Work task >>
Each line of the entries below that holds "toString" is needed, copied in full.

■ ■ ■

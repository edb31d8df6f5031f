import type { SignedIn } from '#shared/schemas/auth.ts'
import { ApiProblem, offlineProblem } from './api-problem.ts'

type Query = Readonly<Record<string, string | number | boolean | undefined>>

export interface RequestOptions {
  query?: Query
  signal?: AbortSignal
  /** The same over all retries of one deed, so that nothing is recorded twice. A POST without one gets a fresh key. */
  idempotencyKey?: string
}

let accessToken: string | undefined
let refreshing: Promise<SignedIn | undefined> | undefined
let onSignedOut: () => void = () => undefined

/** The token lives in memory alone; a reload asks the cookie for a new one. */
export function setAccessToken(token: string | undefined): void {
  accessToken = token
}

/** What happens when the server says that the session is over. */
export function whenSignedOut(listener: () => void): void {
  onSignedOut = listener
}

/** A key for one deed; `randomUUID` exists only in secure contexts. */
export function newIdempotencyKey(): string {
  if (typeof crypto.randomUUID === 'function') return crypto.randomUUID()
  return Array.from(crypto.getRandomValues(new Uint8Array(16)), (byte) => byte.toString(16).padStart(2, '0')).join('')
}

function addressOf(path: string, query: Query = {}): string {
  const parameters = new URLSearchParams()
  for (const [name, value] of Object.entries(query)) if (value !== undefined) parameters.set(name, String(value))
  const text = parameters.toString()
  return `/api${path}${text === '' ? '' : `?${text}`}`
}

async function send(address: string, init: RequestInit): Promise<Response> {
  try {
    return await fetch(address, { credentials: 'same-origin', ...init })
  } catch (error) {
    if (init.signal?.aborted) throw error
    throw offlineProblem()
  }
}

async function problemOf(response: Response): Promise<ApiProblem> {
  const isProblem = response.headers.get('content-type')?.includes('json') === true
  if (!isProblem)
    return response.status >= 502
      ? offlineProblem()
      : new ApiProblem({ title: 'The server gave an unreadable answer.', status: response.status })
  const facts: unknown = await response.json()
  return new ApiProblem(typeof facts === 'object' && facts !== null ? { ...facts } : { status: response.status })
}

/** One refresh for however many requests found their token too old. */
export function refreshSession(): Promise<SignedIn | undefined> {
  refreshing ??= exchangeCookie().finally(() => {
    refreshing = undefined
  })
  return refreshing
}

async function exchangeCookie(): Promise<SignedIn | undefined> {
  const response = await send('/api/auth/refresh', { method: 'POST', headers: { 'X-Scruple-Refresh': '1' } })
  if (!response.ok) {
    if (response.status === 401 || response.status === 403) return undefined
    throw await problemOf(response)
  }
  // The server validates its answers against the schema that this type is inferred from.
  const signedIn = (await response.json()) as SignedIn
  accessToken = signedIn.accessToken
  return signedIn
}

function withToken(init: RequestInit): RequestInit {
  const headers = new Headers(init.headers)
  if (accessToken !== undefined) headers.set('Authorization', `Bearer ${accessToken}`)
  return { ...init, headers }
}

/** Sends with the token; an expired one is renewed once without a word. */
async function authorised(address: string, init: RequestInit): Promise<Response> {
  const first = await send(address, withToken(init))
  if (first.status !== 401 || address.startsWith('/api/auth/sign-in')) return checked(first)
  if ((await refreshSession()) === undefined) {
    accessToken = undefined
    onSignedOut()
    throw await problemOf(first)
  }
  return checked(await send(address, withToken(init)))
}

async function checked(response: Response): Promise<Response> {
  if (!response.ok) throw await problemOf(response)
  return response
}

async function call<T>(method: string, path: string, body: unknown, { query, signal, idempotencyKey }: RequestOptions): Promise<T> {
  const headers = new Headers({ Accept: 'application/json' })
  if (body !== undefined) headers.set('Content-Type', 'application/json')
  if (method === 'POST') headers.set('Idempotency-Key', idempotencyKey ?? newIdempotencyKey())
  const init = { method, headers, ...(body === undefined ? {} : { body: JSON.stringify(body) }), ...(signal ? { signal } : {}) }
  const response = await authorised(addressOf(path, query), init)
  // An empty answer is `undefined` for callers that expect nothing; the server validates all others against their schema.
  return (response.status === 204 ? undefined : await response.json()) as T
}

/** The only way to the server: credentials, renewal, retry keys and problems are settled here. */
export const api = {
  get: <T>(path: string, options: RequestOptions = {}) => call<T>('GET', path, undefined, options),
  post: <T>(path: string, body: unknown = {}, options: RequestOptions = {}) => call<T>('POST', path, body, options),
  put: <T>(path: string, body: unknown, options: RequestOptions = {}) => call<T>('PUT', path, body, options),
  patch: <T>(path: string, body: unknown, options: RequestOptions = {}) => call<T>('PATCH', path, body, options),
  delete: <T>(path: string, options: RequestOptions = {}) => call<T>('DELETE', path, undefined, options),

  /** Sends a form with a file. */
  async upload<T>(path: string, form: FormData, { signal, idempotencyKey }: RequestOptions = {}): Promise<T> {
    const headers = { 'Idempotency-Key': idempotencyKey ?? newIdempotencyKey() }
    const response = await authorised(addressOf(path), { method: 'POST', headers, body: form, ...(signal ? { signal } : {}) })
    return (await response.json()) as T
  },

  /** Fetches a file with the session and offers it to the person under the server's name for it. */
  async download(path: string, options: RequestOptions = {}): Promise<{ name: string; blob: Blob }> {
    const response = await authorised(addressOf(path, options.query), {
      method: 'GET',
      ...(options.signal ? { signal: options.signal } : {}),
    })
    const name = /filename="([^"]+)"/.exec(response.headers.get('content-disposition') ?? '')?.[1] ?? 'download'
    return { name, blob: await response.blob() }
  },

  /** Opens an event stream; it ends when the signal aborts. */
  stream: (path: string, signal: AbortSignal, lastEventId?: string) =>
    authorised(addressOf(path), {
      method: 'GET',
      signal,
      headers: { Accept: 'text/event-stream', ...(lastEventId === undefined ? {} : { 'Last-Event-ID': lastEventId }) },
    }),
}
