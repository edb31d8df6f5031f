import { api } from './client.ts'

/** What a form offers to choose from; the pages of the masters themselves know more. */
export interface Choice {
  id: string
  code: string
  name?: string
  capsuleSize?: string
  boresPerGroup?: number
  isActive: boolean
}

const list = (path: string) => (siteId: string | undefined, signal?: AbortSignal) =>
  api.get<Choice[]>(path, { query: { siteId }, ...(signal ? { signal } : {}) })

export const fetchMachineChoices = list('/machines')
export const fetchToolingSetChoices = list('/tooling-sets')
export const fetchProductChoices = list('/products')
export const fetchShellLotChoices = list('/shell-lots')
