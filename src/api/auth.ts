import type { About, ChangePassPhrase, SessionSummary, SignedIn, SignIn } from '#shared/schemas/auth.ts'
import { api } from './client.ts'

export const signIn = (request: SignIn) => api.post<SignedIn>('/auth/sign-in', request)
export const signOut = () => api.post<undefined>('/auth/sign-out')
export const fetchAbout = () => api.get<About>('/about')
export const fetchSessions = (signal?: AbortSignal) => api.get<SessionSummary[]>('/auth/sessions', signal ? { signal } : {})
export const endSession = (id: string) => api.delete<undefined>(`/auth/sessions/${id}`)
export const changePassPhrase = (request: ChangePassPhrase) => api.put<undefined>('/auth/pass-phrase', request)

■ ■ ■

Result of the exercise >>
  return Array.from(crypto.getRandomValues(new Uint8Array(16)), (byte) => byte.toString(16).padStart(2, '0')).join('')
  const text = parameters.toString()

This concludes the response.